Additionally, the progressive tax system reduces the incentive to generate new wealth as its marginal income tax rates and capital gains taxes punish those who generate more earned income and investment generated wealth.
The state could easily rectify the current situation by eliminating all subsidies to individuals and corporations and stop taxing income and wealth.
1. “War on Poverty.” Http://budget.house.gov/uploadedfiles/war_on_poverty.pdf. United States House of Representatives , 3 Mar. 2014. Web. 8 Apr. 2017.

Can anyone dispute these statements?

 Walter E. Williams is a professor of economics at George Mason University and well known liberty loving commentator who has long spoke of the injustice of taxation and links it to state sponsored robbery.  His view can be validated in the following statement.

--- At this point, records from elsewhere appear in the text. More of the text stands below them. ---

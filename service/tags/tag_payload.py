"""Decoding one tag message into a reading (value, time stamp, quality), with a reason code for every refusal.

Pure: no I/O, no clock (the arrival time is an argument), no module state. Two formats
(:class:`~service.config.tag_settings.TagFormatConfig`):

``number``
    The whole message is a bare number as text (``12.5``, `` -3e-2``; ASCII, white space around it
    ignored, no digit separators). It is stamped with its arrival time and is always good.
``json``
    A JSON document; JSON Pointers (RFC 6901) name the value, and optionally the time stamp (epoch
    seconds, epoch milliseconds or ISO 8601, naive meaning UTC: ``time_unit``) and the quality. A
    value may be a JSON number or a string holding a plain decimal number (some gateways quote their
    values); a time in ``s`` or ``ms`` likewise. A quality is good when it equals one of the
    configured ``good`` values, compared by JSON type and value (``192`` and ``192.0`` match the
    number 192, neither matches the string ``"192"`` or ``true``). Without a time pointer the value is
    stamped on arrival; without a quality pointer it is good. Of duplicate keys the last one counts.

Refusal reasons (``PAYLOAD_REASONS``). The first failed check gives the reason, in the order size, parsing,
value, time, quality; ``detail`` is short text, never the payload:

``too_large``         more than ``max_bytes`` bytes, checked before anything is parsed
``bad_json``          (json) not JSON (``NaN`` literals, bad UTF-8, truncated), or nested too deep
``non_finite``        (json) a number in the document is beyond float range (``1e400``: the parser refuses
                      such a document whole); or the value is infinite or NaN (``"inf"``, ``nan`` as text)
``missing_value``     (json) nothing, or ``null``, at the value pointer
``not_a_number``      the message (number) or the value (json) is not a number: text that is not a plain
                      decimal, a boolean, an object or array, an empty message
``missing_time``      (json) a time pointer is configured and nothing, or ``null``, is there
``bad_time``          (json) the time stamp is of the wrong type for ``time_unit``, unreadable, or not finite
``missing_quality``   (json) a quality pointer is configured and nothing, or ``null``, is there
``bad_quality``       (json) the quality is an object or an array

A quality that is not among the good values is no refusal: the reading comes out with ``good=False``
and the sample assembly decides what that means (:mod:`service.tags.assembler`).
"""

from __future__ import annotations

import math
from datetime import UTC, datetime
from typing import Protocol

import msgspec

from service.broker_link.payload import Refusal
from service.broker_link.tag_reading import TagReading
from service.broker_link.tag_refusal import TAG_PAYLOAD_REASONS, TagRefusal
from service.broker_link.text_values import parse_number
from service.config.tag_settings import TagFormatConfig
from service.tags.json_pointer import MISSING, JsonPointer

__all__ = ["PAYLOAD_REASONS", "JsonTagDecoder", "NumberTagDecoder", "TagDecoder", "TagReading", "make_decoder"]

PAYLOAD_REASONS = TAG_PAYLOAD_REASONS

_DETAIL_CHARS = 40
_MS_PER_S = 1000.0


class TagDecoder(Protocol):
    """Decodes the messages of one payload format."""

    def decode(self, payload: bytes, arrival: float) -> TagReading | Refusal:
        """The reading of one message, or its refusal; ``arrival`` in epoch seconds. Never raises on content."""
        ...


class _Refused(Exception):
    def __init__(self, reason: str, detail: str) -> None:
        super().__init__(reason, detail)
        self.refusal = Refusal(reason, detail, None)


def _short(value: object) -> str:
    """``repr`` cut to a few dozen characters, so a detail never carries the payload."""
    text = repr(value)
    return text if len(text) <= _DETAIL_CHARS else text[: _DETAIL_CHARS - 3] + "..."


def _too_large(payload: bytes, arrival: float, max_bytes: int) -> Refusal | None:
    """The size refusal, checked before anything is parsed (and the caller's arrival time, a programming error)."""
    if not math.isfinite(arrival):
        raise ValueError(f"arrival must be finite epoch seconds, got {arrival!r}")
    size = len(payload)
    return Refusal(TagRefusal.TOO_LARGE, f"{size} bytes, limit {max_bytes}", None) if size > max_bytes else None


def _number(raw: object, what: str, reason_not_number: str, reason_not_finite: str) -> float:
    """A JSON number, or a string holding a plain decimal, as a finite float; ``_Refused`` otherwise."""
    if type(raw) is float:
        number = raw
    elif type(raw) is int:
        try:
            number = float(raw)
        except OverflowError:
            raise _Refused(reason_not_finite, f"{what} is beyond float range") from None
    elif type(raw) is str:
        try:
            number = parse_number(raw.strip())
        except ValueError:
            raise _Refused(reason_not_number, f"{what} {_short(raw)} is not a number") from None
    else:
        raise _Refused(reason_not_number, f"{what} must be a number, got {type(raw).__name__}")
    if not math.isfinite(number):
        raise _Refused(reason_not_finite, f"{what} is not finite")
    return number


class NumberTagDecoder:
    """Format ``number``: the message is a bare number as text, stamped on arrival, always good."""

    __slots__ = ("max_bytes",)

    def __init__(self, max_bytes: int = 65536) -> None:
        if max_bytes < 1:
            raise ValueError(f"max_bytes must be >= 1, got {max_bytes}")
        self.max_bytes = max_bytes

    def decode(self, payload: bytes, arrival: float) -> TagReading | Refusal:
        refused = _too_large(payload, arrival, self.max_bytes)
        if refused is not None:
            return refused
        try:
            text = payload.decode("ascii").strip()
        except UnicodeDecodeError as exc:
            return Refusal(TagRefusal.NOT_A_NUMBER, f"not ASCII text (byte {exc.start})", None)
        if not text:
            return Refusal(TagRefusal.NOT_A_NUMBER, "empty message", None)
        try:
            value = parse_number(text)
        except ValueError:
            return Refusal(TagRefusal.NOT_A_NUMBER, f"{_short(text)} is not a number", None)
        if not math.isfinite(value):
            return Refusal(TagRefusal.NON_FINITE, f"{_short(text)} is not finite", None)
        return TagReading(value, arrival, True)


_PLAIN = msgspec.json.Decoder()
# Reads a float literal beyond float range as +-inf instead of refusing the whole document, so only
# the fields this format reads are judged. Several times slower: used only after the plain decoder refused.
_WIDE = msgspec.json.Decoder(float_hook=float)


def _parse(payload: bytes) -> object:
    try:
        return _PLAIN.decode(payload)
    except msgspec.ValidationError:
        pass                                   # a number out of range: try again, reading it as inf
    except msgspec.DecodeError as exc:
        raise _Refused(TagRefusal.BAD_JSON, str(exc)[:80]) from None
    except RecursionError:
        raise _Refused(TagRefusal.BAD_JSON, "nested too deep") from None
    try:
        return _WIDE.decode(payload)
    except msgspec.ValidationError:            # an integer literal too long even for the hook
        raise _Refused(TagRefusal.NON_FINITE, "a number in the message is beyond float range") from None


class JsonTagDecoder:
    """Format ``json``: value, time stamp and quality found by JSON Pointers (see the module docstring)."""

    __slots__ = ("_good_bool", "_good_number", "_good_text", "_quality", "_time", "_time_unit", "_value",
                 "max_bytes")

    def __init__(self, fmt: TagFormatConfig, max_bytes: int = 65536) -> None:
        if fmt.kind != "json" or fmt.value is None:
            raise ValueError(f"JsonTagDecoder needs a format of kind 'json' with a value pointer, got {fmt!r}")
        if max_bytes < 1:
            raise ValueError(f"max_bytes must be >= 1, got {max_bytes}")
        self.max_bytes = max_bytes
        self._value = JsonPointer(fmt.value)
        self._time = JsonPointer(fmt.time) if fmt.time is not None else None
        self._time_unit = fmt.time_unit
        self._quality = JsonPointer(fmt.quality) if fmt.quality is not None else None
        self._good_text = frozenset(v for v in fmt.good if type(v) is str)
        self._good_bool = frozenset(v for v in fmt.good if type(v) is bool)
        self._good_number = frozenset(v for v in fmt.good if type(v) is int)

    def decode(self, payload: bytes, arrival: float) -> TagReading | Refusal:
        refused = _too_large(payload, arrival, self.max_bytes)
        if refused is not None:
            return refused
        try:
            document = _parse(payload)
            raw = self._value.resolve(document)
            if raw is MISSING or raw is None:
                raise _Refused(TagRefusal.MISSING_VALUE, f"nothing at {self._value.text!r}")
            value = _number(raw, "value", TagRefusal.NOT_A_NUMBER, TagRefusal.NON_FINITE)
            t = arrival if self._time is None else self._stamp(document, self._time)
            good = True if self._quality is None else self._good(document, self._quality)
        except _Refused as exc:
            return exc.refusal
        return TagReading(value, t, good)

    def _stamp(self, document: object, pointer: JsonPointer) -> float:
        raw = pointer.resolve(document)
        if raw is MISSING or raw is None:
            raise _Refused(TagRefusal.MISSING_TIME, f"nothing at {pointer.text!r}")
        if self._time_unit == "iso8601":
            if type(raw) is not str:
                raise _Refused(TagRefusal.BAD_TIME, f"time must be an ISO 8601 string, got {type(raw).__name__}")
            try:
                stamp = datetime.fromisoformat(raw.strip())
                if stamp.tzinfo is None:
                    stamp = stamp.replace(tzinfo=UTC)
                seconds = stamp.timestamp()
            except (ValueError, OverflowError, OSError):
                raise _Refused(TagRefusal.BAD_TIME, f"cannot read time {_short(raw)}") from None
            return seconds
        number = _number(raw, "time", TagRefusal.BAD_TIME, TagRefusal.BAD_TIME)
        seconds = number / _MS_PER_S if self._time_unit == "ms" else number
        return seconds

    def _good(self, document: object, pointer: JsonPointer) -> bool:
        raw = pointer.resolve(document)
        if raw is MISSING or raw is None:
            raise _Refused(TagRefusal.MISSING_QUALITY, f"nothing at {pointer.text!r}")
        kind = type(raw)
        if kind is str:
            return raw in self._good_text
        if kind is bool:
            return raw in self._good_bool
        if kind is int or kind is float:
            return raw in self._good_number          # 192.0 == 192 (and hashes alike); NaN matches nothing
        raise _Refused(TagRefusal.BAD_QUALITY, f"quality must be a string, number or boolean, got {kind.__name__}")


def make_decoder(fmt: TagFormatConfig, max_bytes: int = 65536) -> NumberTagDecoder | JsonTagDecoder:
    """The decoder of a configured payload format."""
    if fmt.kind == "number":
        return NumberTagDecoder(max_bytes)
    return JsonTagDecoder(fmt, max_bytes)
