import type { DocumentTable } from '../../documents/types.js';
import { normaliseText } from '../normalise.js';
import { scanText } from '../scan.js';
import { readNameAndValue } from '../effects.js';
import { readPValue } from '../pValue.js';
import { bareEffectName, effectNameKey, readNoteDf, statesNoDf, type NoteDf, type NoteDfException } from './noteDf.js';
import type {
  Comparator,
  EffectKind,
  ReportedInterval,
  ReportedP,
  ReportedEffect,
  ReportedNumber,
  ReportedResult,
  StatisticKind,
  TableColumn,
  TableRowOrigin,
} from '../types.js';
import { parseReportedNumber, roundingInterval } from '../../stats/reportedNumber.js';
import { pRangeOverDf } from '../../stats/pOverDf.js';
import { classifyHeader, withLostPSymbol, gluedFootnoteLetter, ERROR_LABEL, NAMES_TEST_COLUMN, TOTAL_LABEL, namesTwoStatistics, statisticOfTwo, twoStatisticsWithDf, decimalSeparatorOf, headerKey, isNumberCell, P_UNDER_VALUE, readCell, TABLE_TITLE, type ColumnRole, type DecimalSeparator } from './cells.js';
import { readCorrelationGrid, readCorrelationMatrix } from './matrix.js';
import { readWrittenCorrelations } from './writtenCorrelations.js';
import { marksOf, readMarkLegend, type MarkBound } from './marks.js';
import { familyOf, joinFamilies, placeHeaderCells, fit, type ShapeFamily, isValueRole, placeCells, placementIsClear, readsAsWrittenResult, shapeOf, STATISTIC_COMMA_P, STATISTIC_WITH_P, type CellShape } from './align.js';

type CellRecord = ReportedNumber & { start: number; end: number };
type Cells = Partial<Record<TableColumn, CellRecord>>;

/** A column's meaning within one test (one statistic column and the columns that go with it). */
type RoleKey = 'statistic' | 'ss' | 'df' | 'df1' | 'df2' | 'ms' | 'p' | 'n' | `effect:${EffectKind}`;
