export const meansComparisonSchema = z.object({
  rows: z.array(
    z.object({
      kind: z.enum(['mean', 'comparison', 'contrast']),
      term: z.string().describe('The factor, or factors joined by ":", of the means'),
      label: z.string().describe('The level labels, "first - second", or the contrast\'s name'),
      printedAs: z.string(),
      where: z.string(),
      adjust: z.enum(ADJUSTMENT_NAMES).optional().describe('Comparisons: the adjustment of the recomputed p and interval'),
      numbers: z.array(
        z.object({
          quantity: meanQuantitySchema,
          reported: z.string().nullable(),
          reportedValue: num,
          recomputed: num,
          difference: num.describe('reported - recomputed'),
          verdict: verdictSchema,
        }),
      ),
    }),
  ),
  unmatched: z.array(z.object({ kind: z.enum(['mean', 'comparison', 'contrast']), label: z.string(), where: z.string(), reason: z.string() })).describe('Reported means, comparisons or contrasts that could not be tied to the model, with the reason'),
  compared: z.number().int(),
  matches: z.number().int(),
  differs: z.number().int(),
  allMatch: z.boolean(),
  adjust: z.object({ method: z.enum(ADJUSTMENT_NAMES), from: z.enum(['reported', 'analysis', 'default']).describe('Stated by the report, asked for in the analysis, or Tukey by default') }),
  explanations: z.array(
    z.object({
      slip: z.enum(['unadjusted-means', 'covariate-value', 'other-weights', 'other-adjustment']),
      description: z.string(),
      reproduces: z.enum(['all', 'most']),
      matches: z.number().int(),
      compared: z.number().int(),
    }),
  ),
});

export const explanationSchema = z.object({
  slip: z.enum(['type-1', 'type-1-order', 'type-2', 'type-3', 'type-3-other-coding', 'missing-codes-kept', 'covariate-omitted', 'interaction-omitted', 'interactions-omitted', 'out-of-range-missing']),
  description: z.string(),
  model: z.string(),
  type: z.union([z.literal(1), z.literal(2), z.literal(3)]),
  coding: z.enum(['sum', 'treatment']),
  reproduces: z.enum(['all', 'most']),
  matches: z.number().int(),
  compared: z.number().int(),
  table: anovaTableSchema,
});

export const impliedNSchema = z.object({
  reportedErrorDf: z.number(),
  parameters: z.number().int(),
  parametersFrom: z.enum(['reported df', 'model']),
  impliedN: z.number(),
  analysedN: z.number().int(),
  rowsInFile: z.number().int(),
  note: z.string(),
});

const levelSchema = z.object({
  factor: z.string(),
  level: z.string().describe('Level code as in the data'),
  label: z.string().describe('Label from the analysis description, else the code'),
});

export const marginalMeansSchema = z.object({
  term: z.string().describe('The factor, or factors joined by ":", whose means these are'),
  within: z.string().optional().describe('Simple comparisons: the factor within each of whose levels the means are compared (the means are then cells, this factor first)'),
  means: z.array(
    z.object({ levels: z.array(levelSchema), label: z.string(), mean: num, se: num, df: z.number(), lower: num, upper: num }),
  ),
  pairwise: z
    .object({
      adjust: z.enum(ADJUSTMENT_NAMES),
      method: z.string().describe('The adjustment in words, as the reports print it'),
      comparisons: z.array(
        z.object({
          within: z.string().optional().describe('Label of the level of the within factor this comparison belongs to'),
          first: z.string(),
          second: z.string(),
          estimate: num.describe('first - second'),
          se: num,
          df: z.number(),
          t: num,
          p: num.describe('Adjusted p (unadjusted when adjust is "none")'),
          pUnadjusted: num,
          lower: num.describe('Lower bound of the interval at confidenceLevel, adjusted like p (Bonferroni intervals for Holm)'),
          upper: num,
        }),
      ),
    })
    .optional(),
});
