/** Symbols written the same in text and math. */
const SYMBOLS: Record<string, string> = {
  alpha: 'α', beta: 'β', gamma: 'γ', delta: 'δ', epsilon: 'ε', varepsilon: 'ε', zeta: 'ζ', eta: 'η', theta: 'θ', iota: 'ι', kappa: 'κ', lambda: 'λ', mu: 'μ', nu: 'ν', xi: 'ξ', pi: 'π', rho: 'ρ', sigma: 'σ', tau: 'τ', upsilon: 'υ', phi: 'φ', varphi: 'φ', chi: 'χ', psi: 'ψ', omega: 'ω',
  Gamma: 'Γ', Delta: 'Δ', Theta: 'Θ', Lambda: 'Λ', Xi: 'Ξ', Pi: 'Π', Sigma: 'Σ', Phi: 'Φ', Psi: 'Ψ', Omega: 'Ω',
  leq: '<=', le: '<=', geq: '>=', ge: '>=', neq: '≠', ne: '≠', lt: '<', gt: '>', times: '×', pm: '±', mp: '∓', cdot: '·', approx: '≈', sim: '~', infty: '∞', prime: "'",
  ldots: '...', dots: '...', cdots: '...', textendash: '--', textemdash: '---', textminus: '−', textless: '<', textgreater: '>', textasciitilde: '~', S: '§', P: '¶', LaTeX: 'LaTeX', TeX: 'TeX', textpercent: '%', ss: 'ß',
};

/** Commands whose arguments are content: the command itself writes nothing. */
const TRANSPARENT = new Set(['emph', 'textit', 'textbf', 'textsc', 'textrm', 'textsf', 'texttt', 'textup', 'textmd', 'textnormal', 'underline', 'uline', 'mbox', 'hbox', 'fbox', 'text', 'mathrm', 'mathit', 'mathbf', 'mathsf', 'mathtt', 'mathcal', 'boldsymbol', 'bm', 'operatorname', 'textsuperscript', 'textsubscript', 'ensuremath', 'mathnormal']);

/** Commands dropped together with their arguments: how many braced arguments each takes. */
const DROPPED_WITH_ARGUMENTS: Record<string, number> = {
  label: 1, index: 1, vspace: 1, hspace: 1, setlength: 2, addtolength: 2, setcounter: 2, addtocounter: 2, includegraphics: 1, usepackage: 1, documentclass: 1,
  bibliographystyle: 1, thanks: 1, author: 1, date: 1, title: 1, cline: 1, cmidrule: 1, pagestyle: 1, thispagestyle: 1, input: 1, include: 1, newcommand: 2, renewcommand: 2,
  providecommand: 2, DeclareMathOperator: 2, newenvironment: 3, renewenvironment: 3, color: 1, definecolor: 3, hypersetup: 1, url: 1, graphicspath: 1, keywords: 1, affil: 1, affiliation: 1, email: 1,
  rule: 2, raisebox: 1, phantom: 1, hphantom: 1, vphantom: 1, linespread: 1, fontsize: 2, selectfont: 0, arraystretch: 0, extracolsep: 1,
};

“Government income redistribution programs produce the same result as theft. In fact, that’s what a thief does; he redistributes income. The difference between government and thievery is mostly a matter of legality.”

Can anyone argue that one does not pay taxes under threat of punishment by the federal government?  Imagine, if you refused to pay the state. At best, you would be fined and at worst, you would be both fined and jailed.

Thomas Sowell, another brilliant economist and liberty loving commentator also spoke of the questionable action by the state when they take the fruits of labor from one hard-working individual and give it to another.  https://i1.wp.com/mccluresmagazine.com/wp-content/uploads/2014/09/thomas-sowell-mcclures-magazine-659x412.jpg

“What do you call it when someone steals someone else’s money secretly? Theft. What do you call it when someone takes someone else’s money openly by force? Robbery. What do you call it when a politician takes someone else’s money in taxes and gives it to someone who is more likely to vote for him? Social Justice”.

Are there any flaws in Williams’ or Sowell’s theses?

War on Poverty has failed

There is a very good article by Arthur Brooks of the American Enterprise Institute titled The dignity deficit: Reclaiming Americans’ sense of purpose.  The piece speaks of the improbable Trump victory and postulates the win came about because of the anger of those citizens left behind economically in America.  This thesis explaining Trump’s win is not unique, many political pundits have offered the same.  However, Brooks extends the story by going back to LBJ’s War on Poverty. Brooks highlights in his article the plight of a poor Kentuckian named Tom Fletcher. Fletcher, despite government assistance (welfare) is never was able to escape poverty.

In 1966, when the War on Poverty programs were finally up and running, the national poverty rate stood at 14.7 percent. By 2014, it stood at 14.8 percent. In other words, the United States had spent trillions of dollars but seen no reduction in the poverty rate.1

There are millions more Tom Fletchers that Twenty trillion dollars of government largess has not helped and they voted in November, 2016.

The solution to poverty is to go back to fundamental economic principles. If you want more of something, then do not tax it. However, this axiom is ignored by statists and we have many Americans being left behind. The solution is simple, stop taxing the fruits of labor (wealth) and you will see more fruit.

The same principle holds true for government regulations that stifle labor and subsequent wealth generation. If you you want less friction on labor which will lead to more wealth creation, stop unnecessary regulation of the actions that generate wealth.

  1. Brooks, Arthur C. “The Dignity Deficit: Reclaiming Americans’ Sense of Purpose.” American Enterprise Institute. Foreign Affairs, 13 Feb. 2017. Web. 09 Mar. 2017.